In unserer Reihe mit Interview von Startup-Gründern möchten wir diese selbst zu Wort kommen lassen: Was sind ihre Erfahrungen mit Innovation? Wie kommen die Ideen in die Welt? Und wie finanziert sich das überhaupt?

Heute: Albrecht Mangler, Marketingmanager von bilandia

Wer sind Sie?
Ich bin Albrecht Mangler und bin bei bilandia für das Online-Marketing, Social Media und die Konzeption von Verlagsmarketing Aktionen zuständig. Bei bilandia bin ich seit rund 4 Jahren – also von der ersten Idee bis heute. Davor habe ich Soziologie, Literatur- und Sprachwissenschaft studiert, auch mit starkem Bezug zum Internet: Meine Abschlussarbeit habe ich zum Beispiel zum Thema Internet und seine Auswirkungen auf die Gesellschaft im Allgemeinen und Vetriebsmodelle im Besonderen geschrieben.

Was macht Ihr Startup?
bilandia | media ist Partner der Verlage für digitale Kommunikation. Als Agentur für Buchmarketing 2.0 inszenieren wir Bücher und Themen in den sozialen Netzwerken – von facebook bis Twitter – und bringen diese bei den Lesern ins Gespräch. Außerdem betreiben betreiben wir unter www.bilandia.de einen Online-Buchshop mit einer literaturaffinen Community für Leser, Autoren und Verlage. Hier wird präsentiert, kommentiert, gestöbert und verkauft. Darüber hinaus ist bilandia in literaturaffinen Zielgruppen in allen relevanten sozialen Netzwerken, wie facebook, Google+ und Twitter, vertreten. bilandia steht für ein Lese- und Unterhaltungserlebnis der Generation 2.0.

Seit wann existiert Ihr Startup?
Zum ersten Mal vorgestellt wurde bilandia als Closed-Beta zur Frankfurter Buchmesse 2008. Mit allen Funktionalitäten und voll verfügbar gibt es bilandia seit dem Frühjahr 2009.

Wie sind Sie auf die Idee zur Gründung gekommen?
Zwei Faktoren waren für die Gründung auschlaggebend: Zum einen die Liebe zu Büchern, den Geschichten, dem Wissen, Autoren, Verlagen und ihrer Tradition.
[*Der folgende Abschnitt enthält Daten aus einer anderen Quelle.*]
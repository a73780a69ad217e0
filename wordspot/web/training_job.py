"""Training started from the page: ``wordspot train`` in a child process, its output kept.

The page polls :meth:`TrainingJob.status`; progress is the number of the last ``pass N``
line the trainer printed over the number of passes its configuration runs (twice as many
when the confidence calibration trains first without its held-out takes and then again
on all of them, as adapting does).
"""

from __future__ import annotations

import os
import re
import subprocess
import sys
import threading
from collections import deque
from pathlib import Path

from wordspot.training.adapt import AdaptationConfig
from wordspot.training.trainer import TrainingConfig
from wordspot.training.workers import PARENT_VARIABLE

__all__ = ["TrainingJob", "train_command"]

_PASS_RE = re.compile(r"^\s*(?:adapt\s+)?pass\s+(\d+)\b")
# what wordspot.evaluation.calibrate reports before its first and its second training
_FIRST_OF_TWO = "confidence calibration: training on "
_SECOND = "confidence calibration: training again"
_KEEP_LINES = 200


def train_command(manifest, lexicon, model, *, jobs: int = 1, sample_rate: int = 16000,
                  from_scratch: bool = False) -> list[str]:
    """The ``wordspot train`` command line for these files (as a list of arguments).

    By default it adapts the starter of the takes' rate; ``from_scratch`` trains every phone
    from the takes alone.
    """
    args = ["wordspot", "train", str(manifest), "--lexicon", str(lexicon), "--out", str(model),
            "--jobs", str(jobs)]
    if from_scratch:
        return args + ["--from-scratch", "--sample-rate", str(sample_rate)]
    return args + (["--start", "starter-8k"] if sample_rate == 8000 else [])


def _total_passes(from_scratch: bool) -> int:
    if from_scratch:
        return TrainingConfig().total_passes
    config = AdaptationConfig()  # the strength is chosen as it goes: count the most passes it may take
    return config.passes + int(config.mean_transform) + config.follow_passes


class TrainingJob:
    """At most one training run at a time, with its output lines and progress."""

    def __init__(self):
        self._lock = threading.Lock()
        self._process: subprocess.Popen | None = None
        self._lines: deque[str] = deque(maxlen=_KEEP_LINES)
        self._pass = 0
        self._total = _total_passes(False)
        self._from_scratch = False
        self._rounds = 1  # trainings this run makes
        self._round = 0  # trainings finished

    def start(self, manifest, lexicon, model, *, jobs: int = 1, sample_rate: int = 16000,
              from_scratch: bool = False) -> bool:
        """Start training unless a run is going on; False when one is."""
        with self._lock:
            if self._process is not None and self._process.poll() is None:
                return False
            args = train_command(manifest, lexicon, model, jobs=jobs, sample_rate=sample_rate,
                                 from_scratch=from_scratch)
            self._lines.clear()
            self._pass = 0
            self._total = _total_passes(from_scratch)
            self._from_scratch = from_scratch
            self._rounds, self._round = 1, 0
            self._lines.append("$ " + " ".join(args))
            self._process = subprocess.Popen(
                [sys.executable, "-m", "wordspot.cli"] + args[1:],
                stdout=subprocess.PIPE, stderr=subprocess.STDOUT, stdin=subprocess.DEVNULL,
                cwd=Path(model).parent, text=True, encoding="utf-8", errors="replace",
                env={**os.environ, PARENT_VARIABLE: str(os.getpid())},  # ends when this process ends
            )
            threading.Thread(target=self._read, args=(self._process,), daemon=True).start()
            return True

    def _read(self, process: subprocess.Popen) -> None:
        for raw in process.stdout:
            for line in raw.replace("\r", "\n").splitlines():
                if not line.strip():
                    continue
                with self._lock:
                    self._lines.append(line)
                    m = _PASS_RE.match(line)
                    if m:
                        self._pass = int(m.group(1))
                    elif line.startswith(_FIRST_OF_TWO) and not self._from_scratch:
                        self._rounds = 2  # adapting trains again on every take (--refit)
                    elif line.startswith(_SECOND):
                        self._round, self._pass = self._round + 1, 0
        process.wait()

    def status(self) -> dict:
        """``state`` (idle, running, done, failed), progress in [0, 1], the last lines."""
        with self._lock:
            if self._process is None:
                state, code = "idle", None
            else:
                code = self._process.poll()
                state = "running" if code is None else ("done" if code == 0 else "failed")
            return {
                "state": state,
                "exit_status": code,
                "progress": (min(1.0, (self._round * self._total + self._pass) / (self._rounds * self._total))
                             if state != "done" else 1.0),
                "lines": list(self._lines)[-30:],
            }

    def stop(self) -> None:
        """End a run that is going on (when the server stops)."""
        with self._lock:
            if self._process is not None and self._process.poll() is None:
                self._process.terminate()
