def test_the_choosing_model_can_be_the_calibrations(shifted, monkeypatch):
    # With calibrate_choosing_model the calibration's first training returns the model the
    # strength was chosen with (adapted on the speakers not held out) instead of adapting
    # all its recordings again: two adaptations there instead of one, the strength the same.
    from wordspot.training import adapt as adapt_module

    start, lex, many, held = shifted
    runs = []
    real = adapt_module.adapt_items

    def counting(items, *args, **kwargs):
        runs.append(len([it for it in items if not it.background]))
        return real(items, *args, **kwargs)

    monkeypatch.setattr(adapt_module, "adapt_items", counting)
    base = {**QUICK, "speakers_to_hold_out": 3}
    plain, _ = adapt(many, lex, start, config=AdaptationConfig(**base), held_out=held)
    assert runs == [len(many) - len(split_by_speaker(many, 0.25, 0)), len(many)]
    runs.clear()
    kept, summary = adapt(many, lex, start, config=AdaptationConfig(**base, calibrate_choosing_model=True),
                          held_out=held)
    voices = split_by_speaker(many, 0.25, 0)
    assert runs == [len(many) - len(voices)]  # the choosing adaptation only
    assert kept.info["utterances"] == len(many) - len(voices)
    assert kept.info["strength"]["follow_passes"] == plain.info["strength"]["follow_passes"]
    assert kept.info["strength"]["held_out_speakers"] == 1 and "held out" in summary.adapt_note
    assert not np.array_equal(kept.mixtures.means, plain.mixtures.means)
    runs.clear()
    again, _ = adapt(many, lex, start, config=AdaptationConfig(**base, calibrate_choosing_model=True))
    assert runs == [len(many) - len(voices), len(many)]  # no calibration: the model on everything as before
    np.testing.assert_array_equal(again.mixtures.means, plain.mixtures.means)


def test_with_no_training_again_the_held_out_copies_are_not_made_and_the_rest_are_the_same(shifted, monkeypatch):
    from wordspot.training import adapt as adapt_module

    start, lex, many, _ = shifted
    made, copies_seen = [], []
    real_noisy, real_items = adapt_module.noisy_items, adapt_module.adapt_items

    def counting(items, *args, only=None, **kwargs):
        got = real_noisy(items, *args, only=only, **kwargs)
        made.extend(it.path for it in got)
        return got

    def seeing(items, *args, copies=None, **kwargs):
        copies_seen.append([(it.path, it.frames.copy()) for it in copies or []])
        return real_items(items, *args, copies=copies, **kwargs)

    monkeypatch.setattr(adapt_module, "noisy_items", counting)
    monkeypatch.setattr(adapt_module, "adapt_items", seeing)
    cfg = AdaptationConfig(**{**QUICK, "follow_noise_copies": 2, "follow_speeds": (0.9,)}, strength=1)
    both, _ = adapting(start, lex, config=cfg)(many[:40], held_out=many[40:50])
    assert sorted(set(made)) == sorted(u.path for u in many[:50])  # the held-out ten's too, for the next training
    with_held = copies_seen.pop()
    made.clear()
    alone, _ = adapting(start, lex, config=cfg)(many[:40], held_out=many[40:50], again=False)
    assert sorted(set(made)) == sorted(u.path for u in many[:40]) and len(made) == 80  # two copies each, no more
    without = copies_seen.pop()
    # the copies of the forty are those made together with the held-out ten (same babble pool, same recipes)
    assert [p for p, _ in without] == [p for p, _ in with_held] and len(without) == 40 * 3
    for (_, a), (_, b) in zip(without, with_held):
        np.testing.assert_array_equal(a, b)
    np.testing.assert_array_equal(alone.mixtures.means, both.mixtures.means)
Zum anderen der Antrieb, Bücher und ihre Inhalte im Internet neu zu begreifen bzw. zu fassen und zu inszenieren. Zudem arbeiteten wir Anfang 2008 als Team gemeinsam an verschiedenen Projekten, die sich mit Social Media und der Frage des digitalen Wandels in der Verlagsbranche beschäftigten. Aufgrund dieser Tätigkeiten wurden wir immer öfter von Verlagskollegen angesprochen. So entstand bilandia mit den beiden Standbeinen – der Online-Buchhandlung bilandia.de und der Agentur für Buchmarketing 2.0, bilandia | media.

Nutzen Sie Tools oder bestimmte Praktiken zur Ideenfindung?
Kreativität oder auch Inspiration ist aus meiner Sicht kein Prozess der im stillen Kämmerlein stattfindet, sondern von vielen Faktoren abhängig. Das richtige Team, das gemeinsam Ideen weiterentwickelt und auch rumspinnen kann, ist ein wichtiger Faktor. Genauso wichtig sind Neugier und Offenheit sowie der Austausch miteinander. Die besten Ideen entstehen deshalb im Gespräch – beim Mittagessen, im Meeting, beim Kickern nach Feierabend – Und: Was als Geistesblitz beginnt wird dann im Team in ein Konzept überführt zu dem im Idealfall jeder einen Teil beiträgt.

Wie verlief die Finanzierung?
Wie bereits erwähnt wurden die ersten Ideen parallel zu bereits bestehendem Projektgeschäft entwickelt. Im Aufbau der Plattform wurde bilandia vor allem durch private Finanzierung ermöglicht.

Was bedeutet für Sie Innovation?
Für mich bedeutet Innovation vor allem zwei Dinge: Netzwerk und Austausch. Zwar werden zündende Ideen oftmals einer Person zugeordnet, bei genauerem Hinsehen fällt dann aber oft auf, dass diese sich diese Personen an zentralen Schnittstellen in einem lebendigen Netzwerk befinden und so verschiedene Einflüsse gemeinsam mit anderen zu etwas Neuem formen.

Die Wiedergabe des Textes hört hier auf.